Design a Form in Synergize OCR Form Processing Designer

Form Processing Best Practices

Here are some tips and suggestions to get the most out of Form Processing.

Multiple Anchors: For the highest chance of identifying a particular form or page, use more than one anchor. By combining the anchors, you can not only get a higher "recognition" rate, but you can also identify specific subsets of form types (like the first and last page of an invoice).
Anchor Proximity to Zones: Always place zones very close to their associated anchors. You can even overlap them. The closer a zone is to its anchor, the less likely that shifting of a scanned document will cause misreading or completely miss the information in a zone.
Expected Scan: If everything lines up, then zones that are relatively far from their anchor can still be interpreted.
Shifted Scan: When a scan enters the scanner shifted (or worse, shifts while in transit through the scanner), then zones that are far from their anchors can be missed.
Extracting Date Values: In Form Processing, dates are always sent as text string values and not in actual date formats. This can result in an error while saving the document: Error Saving Document. Web Service - Save Document - Copy Properties - Conversion from string "2019/11/20" to type 'Date' is not valid.
- Solve this problem using a value mapping action in Synergize Process Server (SPS).
- When you know the date format that you're using, it can still be incorrectly interpreted. For example, if your dates are known to be 2019/11/20 you use the format “yyyy/MM/dd”. But what if the date is in slightly different formats like: 2019/11/02 or 2019/11/2?
  
  Examples of Date Mappings: To avoid the problem in the example above, and catch as many variations on a date as possible, use SPS and include the following mapped values as combinations of the known date format:
  - yyyy/MM/dd
  - yyyy/M/dd
  - yyyy/M/d
  - yyyy/MM/d
    
    Enter these separated by semicolons:
    
    yyyy/MM/dd; yyyy/M/dd; yyyy/M/d; yyyy/MM/d
    
    The SPS action Mappings property might appear as follows:

Set Up a Form

First introduced in 2016 as part of Synergize Form Processing 1.9.0.32 and later releases, the form designer provides an interface for you and other users to build and maintain forms. To set up your own forms, follow these steps:

Verify that your administrator has installed the following prerequisites:
- Synergize Process Server
- Synergize Server
Familiarize yourself with the designer and take a look at each screen or window in the user interface.

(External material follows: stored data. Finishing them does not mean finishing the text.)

//! Reading measurements from CSV: measured ellipse axes, or strains given directly.
//!
//! Columns (header row, names case-insensitive, any order):
//! - `id` (location label), then **either** the measured ellipse axes `major`, `minor` (aliases
//!   `d1`, `d2`) with an optional per-row `d0`, **or** strains in percent: `major_eng_pct`,
//!   `minor_eng_pct` (engineering, as a strain-reading tape gives them) and/or `major_true_pct`,
//!   `minor_true_pct` (true, as optical systems export them; these win when both pairs are
//!   there). A file with strains may leave out `id`: each location is then named by its line.
//! - optional `x`, `y`, `z` (position on the part), `stage`, `thickness` (measured thickness),
//!   `thinning_pct` (measured thickness reduction, percent), `note`.
//!
//! A points.csv written by `check` is itself a strain file: its own computed columns
//! (`thickness`, `thinning_pct`, margins, zones) are recognised and left aside, and its
//! `thickness_measured` is read as the measured thickness.
//!
//! Other headers are mapped onto these names by a [`ColumnMap`] (`[columns]` in the job file,
//! `--column NAME=HEADER`).
//!
//! Three dialects are recognised from the header line: comma-separated with a decimal point,
//! semicolon-separated and tab-separated (decimal comma or point).
//!
//! What rejects the **whole file**: it cannot be read, it is empty or has no data row, the header
//! lacks a required column, names one twice, or mixes axes with strains. What rejects **one row**
//! (listed, never dropped in silence): a wrong number of fields, an empty or duplicate id, a value
//! that is not a finite number, an axis or d0 that is zero or negative, `major < minor`, an
//! implausible strain.
//!
//! The code is cut by concern, every public item re-exported here: `dialect.rs` (separator,
//! numbers, the header line, CSV errors); `columns.rs` (the column names and which field holds
//! what), `column_map.rs` (a file's own headers mapped onto the names) and `recognise.rs` (a
//! header's columns found, kind by kind); `header.rs` (a parsed header); `rules.rs` (the per-row
//! rules: size caps, plausible strains, near-equal axes) and `row.rs` (one row into a
//! measurement); `screen.rs` (the plausibility screen of the first rows); `reader.rs` (opening a
//! file and iterating its rows).

mod column_map;
mod columns;
mod dialect;
mod header;
mod preamble;
mod reader;
mod recognise;
mod row;
mod rules;
mod screen;

pub use column_map::{check_name, ColumnMap};
pub use columns::{Columns, GRID_COLUMNS, NAMES, PATH_COLUMNS, PATH_READING_COLUMNS};
pub(crate) use dialect::{csv_error, read_header_line, trim_cell};
pub use dialect::{csv_reader, parse_number, Dialect};
pub use header::Header;
pub use preamble::{parse_valid, UnitRow, PREAMBLE_LINES};
pub use reader::{
    duplicate, duplicate_key, no_rows, open_input, read_measurements, read_measurements_from,
    MeasurementReader, Row,
};
pub use rules::{
    RowRules, SwapLog, MAX_FIELDS, MAX_FIELD_BYTES, MAX_LENGTH, MAX_ROW_BYTES, STRETCH_RANGE,
    SWAP_TOLERANCE_OF_D0, SWAP_TOLERANCE_PP,
};
pub use screen::{screen, SCREEN_BYTES, SCREEN_ROWS, SCREEN_STRETCH};

use crate::condition::Condition;
use crate::error::Location;
use crate::kinematics::Principal;
use crate::strain::TrueStrain;
use std::path::PathBuf;

/// What was read at one location: ellipse axes, or strains.
#[derive(Debug, Clone, Copy, PartialEq)]
pub enum Reading {
    /// Measured ellipse axes `major ≥ minor` (file unit), with the row's own d0 if it has one.
    Axes {
        /// Major axis d1.
        major: f64,
        /// Minor axis d2.
        minor: f64,
        /// Initial circle diameter of this row (overrides the job's and the flag's).
        d0: Option<f64>,
    },
    /// Principal strains given directly (converted to true strain on reading), `major ≥ minor`.
    Strains(Principal<TrueStrain>),
}

/// One measured location, as read (lengths in the file's unit).
#[derive(Debug, Clone, PartialEq)]
pub struct Measurement {
    /// Location label, unique in the file.
    pub id: String,
    /// 1-based line in the file, for messages.
    pub line: u64,
    /// The axes or strains read.
    pub reading: Reading,
    /// Position on the part.
    pub x: Option<f64>,
    /// Position on the part.
    pub y: Option<f64>,
    /// Position on the part (height).
    pub z: Option<f64>,
    /// Forming stage or operation label.
    pub stage: Option<String>,
    /// Measured sheet thickness, for a cross-check with the computed one.
    pub thickness: Option<f64>,
    /// Measured thinning (thickness reduction), a fraction, for the same cross-check.
    pub thinning: Option<f64>,
    /// Free text.
    pub note: Option<String>,
    /// Condition observed on the part at this location (`safe`, `necked`, `split`), if marked.
    pub condition: Option<Condition>,
    /// Direction of the major axis, degrees (for a location measured after several stages).
    pub angle_deg: Option<f64>,
}

impl Measurement {
    /// A location read as axes, with nothing else.
    pub fn axes(id: &str, line: u64, major: f64, minor: f64, d0: Option<f64>) -> Self {
        Measurement {
            id: id.to_string(),
            line,
            reading: Reading::Axes { major, minor, d0 },
            x: None,
            y: None,
            z: None,
            stage: None,
            thickness: None,
            thinning: None,
            note: None,
            condition: None,
            angle_deg: None,
        }
    }
}

/// A data row that was not accepted, with the reason.
#[derive(Debug, Clone, PartialEq)]
pub struct RejectedRow {
    /// Where: file, line and column.
    pub location: Location,
    /// The row's id, if it could be read.
    pub id: Option<String>,
    /// What was found and what was expected.
    pub reason: String,
}

impl std::fmt::Display for RejectedRow {
    fn fmt(&self, f: &mut std::fmt::Formatter<'_>) -> std::fmt::Result {
        write!(f, "{}: {}", self.location, self.reason)
    }
}

/// The accepted and rejected rows of one measurement file.
#[derive(Debug, Clone)]
pub struct MeasurementSet {
    /// The file as named by the user (`-` for standard input).
    pub source: PathBuf,
    /// The detected dialect.
    pub dialect: Dialect,
    /// Accepted rows, in file order.
    pub points: Vec<Measurement>,
    /// Rejected rows, in file order.
    pub rejected: Vec<RejectedRow>,
    /// Notes on the header (ignored columns, how the columns were read).
    pub notes: Vec<String>,
    /// Lines of the rows not measured (empty readings, or flagged not valid).
    pub not_measured: crate::capped::Capped<u64>,
}

#[cfg(test)]
mod tests {
    //! Expectations from the doc comments of [`Measurement::axes`] and [`RejectedRow`] (where:
    //! file, line and column).
    use super::*;
    use std::path::Path;

    #[test]
    fn a_rejected_row_names_file_line_and_column() {
        let row = RejectedRow {
            location: Location::file(Path::new("parts/m.csv"))
                .at_line(12)
                .at_column(3, "minor"),
            id: Some("A1".into()),
            reason: "expected a finite number, found `n/a`".into(),
        };
        assert_eq!(
            row.to_string(),
            "parts/m.csv:12:3 (column `minor`): expected a finite number, found `n/a`"
        );
    }

    #[test]
    fn a_location_read_as_axes_carries_nothing_else() {
        let m = Measurement::axes("A1", 4, 2.9, 2.6, Some(2.5));
        assert_eq!((m.id.as_str(), m.line), ("A1", 4));
        assert!(
            matches!(m.reading, Reading::Axes { d0: Some(d0), .. } if (d0 - 2.5).abs() < 1e-12)
        );
        assert!(m.x.is_none() && m.stage.is_none() && m.condition.is_none() && m.note.is_none());
    }
}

The tree on the left side of the window lets you navigate between the various extraction Plans, Forms, Pages, Anchors, and Zones that make up the OCR Configuration, also known as the template configuration.
The root OCR Extraction node provides the ability to connect to Synergize and get a list of errors in the current template configuration. Logging into Synergize is optional, but it will populate drop-downs in the designer with document types and fields from the repository, which is often helpful.
- An OCR solution can be setup to process documents to more than one repository, but the designer can only connect to one repository at a time.
- The Errors field lists errors in the current template configuration. Its format is a path that you can follow in the tree on the left that shows the plan, form, or page where the error occurs and a description of the error.

Create an Extraction Plan

Extraction Plans are where you set up the common fields and validations for a group of forms.

Right click on the OCR Extraction node in the tree on the left side of the screen and choose “Create Extraction Plan”.
In the resulting window, enter the name of the extraction plan.

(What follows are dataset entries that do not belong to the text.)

//! Which field of a row holds what: neckline's column names, the columns a points.csv written by
//! `check` adds, and [`Columns`], recognised from a header through a [`ColumnMap`].

use super::recognise::Fields;
use super::ColumnMap;
use crate::error::{Location, Result};

/// neckline's names for the columns it reads.
pub const NAMES: [&str; 18] = [
    "id",
    "major",
    "minor",
    "d0",
    "x",
    "y",
    "z",
    "stage",
    "thickness",
    "thinning_pct",
    "note",
    "major_eng_pct",
    "minor_eng_pct",
    "major_true_pct",
    "minor_true_pct",
    "condition",
    "angle_deg",
    "valid",
];

/// Columns of a points.csv written by `check` that are results, not readings: left aside
/// without a warning when such a file is judged again.
pub(super) const OWN_RESULT_COLUMNS: &[&str] = &[
    "thickness_true_pct",
    "thickness",
    "thinning_pct",
    "major_green_pct",
    "minor_green_pct",
    "major_almansi_pct",
    "minor_almansi_pct",
    "beta",
    "effective_true_pct",
    "limit_major_eng_pct",
    "margin_pct",
    "limit_use_pct",
    "zone",
    "d0",
    "thickness_diff_pct",
    "thinning_diff_pp",
    "margin_uncertainty_pct",
    "borderline",
    "thinning_measured_pct",
    "peps_use_uncertainty_pct",
    "reason",
    "",
];

/// Columns added for a multi-stage file: the stage count, the path criterion's accumulated
/// effective strain, the direction of the last increment (degrees: 90 plane strain, 45
/// equibiaxial), its limit and the use of it, the bend of the path (degrees between the first
/// and the last increment), the zone by the strain curve alone and by the path criterion, and
/// `yes` where the major axis turned between stages (with `angle_deg` the increments are taken
/// in the part's fixed frame), and the path's notes (unloading beyond the noise, axes that may
/// have turned, a straight path judged by the strain curve alone).
pub const PATH_COLUMNS: [&str; 10] = [
    "stages",
    "peps_effective_pct",
    "peps_angle_deg",
    "peps_limit_pct",
    "peps_use_pct",
    "path_bend_deg",
    "strain_zone",
    "peps_zone",
    "path_turned",
    "path_note",
];

/// The path column added when a reading error is set: the uncertainty of `peps_use_pct`,
/// percentage points.
pub const PATH_READING_COLUMNS: [&str; 1] = ["peps_use_uncertainty_pct"];

/// Columns added at the end when the locations were computed from grid nodes: major direction
/// in the blank (degrees from +X), in-plane rotation (2-D), formed-surface normal and centre
/// height (3-D), element centre in the blank, node count.
pub const GRID_COLUMNS: [&str; 9] = [
    "major_dir_deg",
    "rotation_deg",
    "normal_x",
    "normal_y",
    "normal_z",
    "z",
    "ref_x",
    "ref_y",
    "nodes",
];

/// How a row gives its strains.
#[derive(Debug, Clone, Copy, PartialEq, Eq)]
pub(super) enum Kind {
    Axes {
        major: usize,
        minor: usize,
    },
    Eng {
        major: usize,
        minor: usize,
    },
    True {
        major: usize,
        minor: usize,
    },
    /// Both pairs: true strain is used, engineering is checked against it.
    Both {
        eng: (usize, usize),
        tru: (usize, usize),
    },
}

/// The recognised columns of a header.
#[derive(Debug, Clone)]
pub struct Columns {
    /// neckline's name of each field (the header through the map), for messages.
    pub(super) names: Vec<String>,
    pub(super) id: Option<usize>,
    pub(super) kind: Kind,
    pub(super) d0: Option<usize>,
    pub(super) x: Option<usize>,
    pub(super) y: Option<usize>,
    pub(super) z: Option<usize>,
    pub(super) stage: Option<usize>,
    pub(super) thickness: Option<usize>,
    pub(super) thinning: Option<usize>,
    pub(super) note: Option<usize>,
    pub(super) condition: Option<usize>,
    pub(super) angle: Option<usize>,
    /// The validity flag (`1`/`0`, `true`/`false`, `yes`/`no`): a row flagged not valid is not
    /// measured.
    pub(super) valid: Option<usize>,
}

/// What a numeric column holds, for the unit row under the header.
#[derive(Debug, Clone, Copy, PartialEq, Eq)]
pub(super) enum Quantity {
    /// A length in the file's unit (axes, d0, positions, thickness).
    Length,
    /// A strain or thinning in percent.
    Percent,
    /// An angle in degrees.
    Angle,
}

impl Columns {
    /// Recognise the columns of `header`, through `map`. Returns the columns and notes for the
    /// user (ignored columns, strain columns in use).
    pub fn from_header(
        header: &csv::StringRecord,
        map: &ColumnMap,
        loc: &Location,
    ) -> Result<(Self, Vec<String>)> {
        let fields = Fields::new(header, map, loc)?;
        let mut notes = Vec::new();
        let kind = fields.kind(&mut notes)?;
        let id = fields.id(kind, &mut notes)?;
        let d0 = fields.d0(kind, &mut notes);
        notes.extend(fields.ignored());
        Ok((fields.into_columns(kind, id, d0), notes))
    }

    /// The fields that hold the reading itself (the axes, or the strain pairs).
    pub(super) fn reading_fields(&self) -> Vec<usize> {
        match self.kind {
            Kind::Axes { major, minor }
            | Kind::Eng { major, minor }
            | Kind::True { major, minor } => {
                vec![major, minor]
            }
            Kind::Both { eng, tru } => vec![eng.0, eng.1, tru.0, tru.1],
        }
    }

    /// The numeric fields and what each holds.
    pub(super) fn quantities(&self) -> Vec<(usize, Quantity)> {
        let reading = if self.gives_strains() {
            Quantity::Percent
        } else {
            Quantity::Length
        };
        let mut v: Vec<(usize, Quantity)> = self
            .reading_fields()
            .into_iter()
            .map(|c| (c, reading))
            .collect();
        for c in [self.d0, self.x, self.y, self.z, self.thickness]
            .into_iter()
            .flatten()
        {
            v.push((c, Quantity::Length));
        }
        v.extend(self.thinning.map(|c| (c, Quantity::Percent)));
        v.extend(self.angle.map(|c| (c, Quantity::Angle)));
        v.sort_unstable_by_key(|(c, _)| *c);
        v
    }

    /// Whether rows give strains rather than axes.
    pub fn gives_strains(&self) -> bool {
        !matches!(self.kind, Kind::Axes { .. })
    }

    /// Whether rows give true strains (alone or beside engineering ones, which they win over).
    pub fn gives_true_strains(&self) -> bool {
        matches!(self.kind, Kind::True { .. } | Kind::Both { .. })
    }

    /// The field number of neckline's column `name`, when the file has it.
    pub fn index(&self, name: &str) -> Option<usize> {
        self.names.iter().position(|n| n == name)
    }

    /// Whether the file has the column `name` (neckline's name).
    pub fn has(&self, name: &str) -> bool {
        match name {
            "z" => self.z.is_some(),
            "thinning_pct" => self.thinning.is_some(),
            "stage" => self.stage.is_some(),
            "x" => self.x.is_some(),
            "condition" => self.condition.is_some(),
            "angle_deg" => self.angle.is_some(),
            "valid" => self.valid.is_some(),
            "y" => self.y.is_some(),
            _ => self.names.iter().any(|n| n == name),
        }
    }
}

#[cfg(test)]
mod tests {
    //! Expectations from the module documentation of `measure` (the columns it reads) and the
    //! doc comments of [`Columns::has`] and [`Columns::index`].
    use super::*;
    use std::path::Path;

    #[test]
    fn every_name_is_accepted_once_and_nothing_else() {
        for (i, n) in NAMES.iter().enumerate() {
            assert!(super::super::check_name(n).is_ok(), "{n}");
            assert!(!NAMES[..i].contains(n), "{n} twice");
        }
        assert!(super::super::check_name("major_pct").is_err());
    }

    #[test]
    fn a_column_is_found_by_neckline_name() {
        let header = csv::StringRecord::from(vec![
            "Stage",
            "major_true_pct",
            "minor_true_pct",
            "thinning_pct",
        ]);
        let loc = Location::file(Path::new("m.csv"));
        let (cols, _) = Columns::from_header(&header, &ColumnMap::default(), &loc).unwrap();
        assert_eq!(cols.index("stage"), Some(0));
        assert_eq!(cols.index("minor_true_pct"), Some(2));
        assert_eq!(cols.index("x"), None);
        assert!(cols.has("stage") && cols.has("thinning_pct") && cols.has("major_true_pct"));
        assert!(!cols.has("z") && !cols.has("note") && !cols.has("angle_deg"));
    }
}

Extraction Plans can have any name, but by convention and in the vast majority of cases, Extraction Plans will map to doctypes in a Synergize Repository.
If you’ve logged into Synergize, you can choose a repository and then use one of the document type names as an extraction plan.

Extraction plans are often called templates. You may encounter the following scenarios when trying to create extraction plans to process different kinds of documents.

Scenario	Comments
Single Page	There's a single form with a single page. The scenario includes OMR for mark recognition.
Similar Multi-Page - Zone on Last Page	An invoice comes in and has a standard header area on each page, with the totals that you're interested in extracting appearing only on the last page.
Different Pages in One Document	A batch of very different pages comes together as a single document. Each must be present for the document to be identified as being a particular type of document.
Line Items	A multi-page invoice could have the line item in which you're interested on any page, for example: in a long list of transactions. This scenario shows you how to create flexible extraction zones that can grab line item data from the list.

Edit an Extraction Plan

The upper-right pane is a tree that includes the extraction plan and the fields that can be read by the OCR engine for this extraction plan.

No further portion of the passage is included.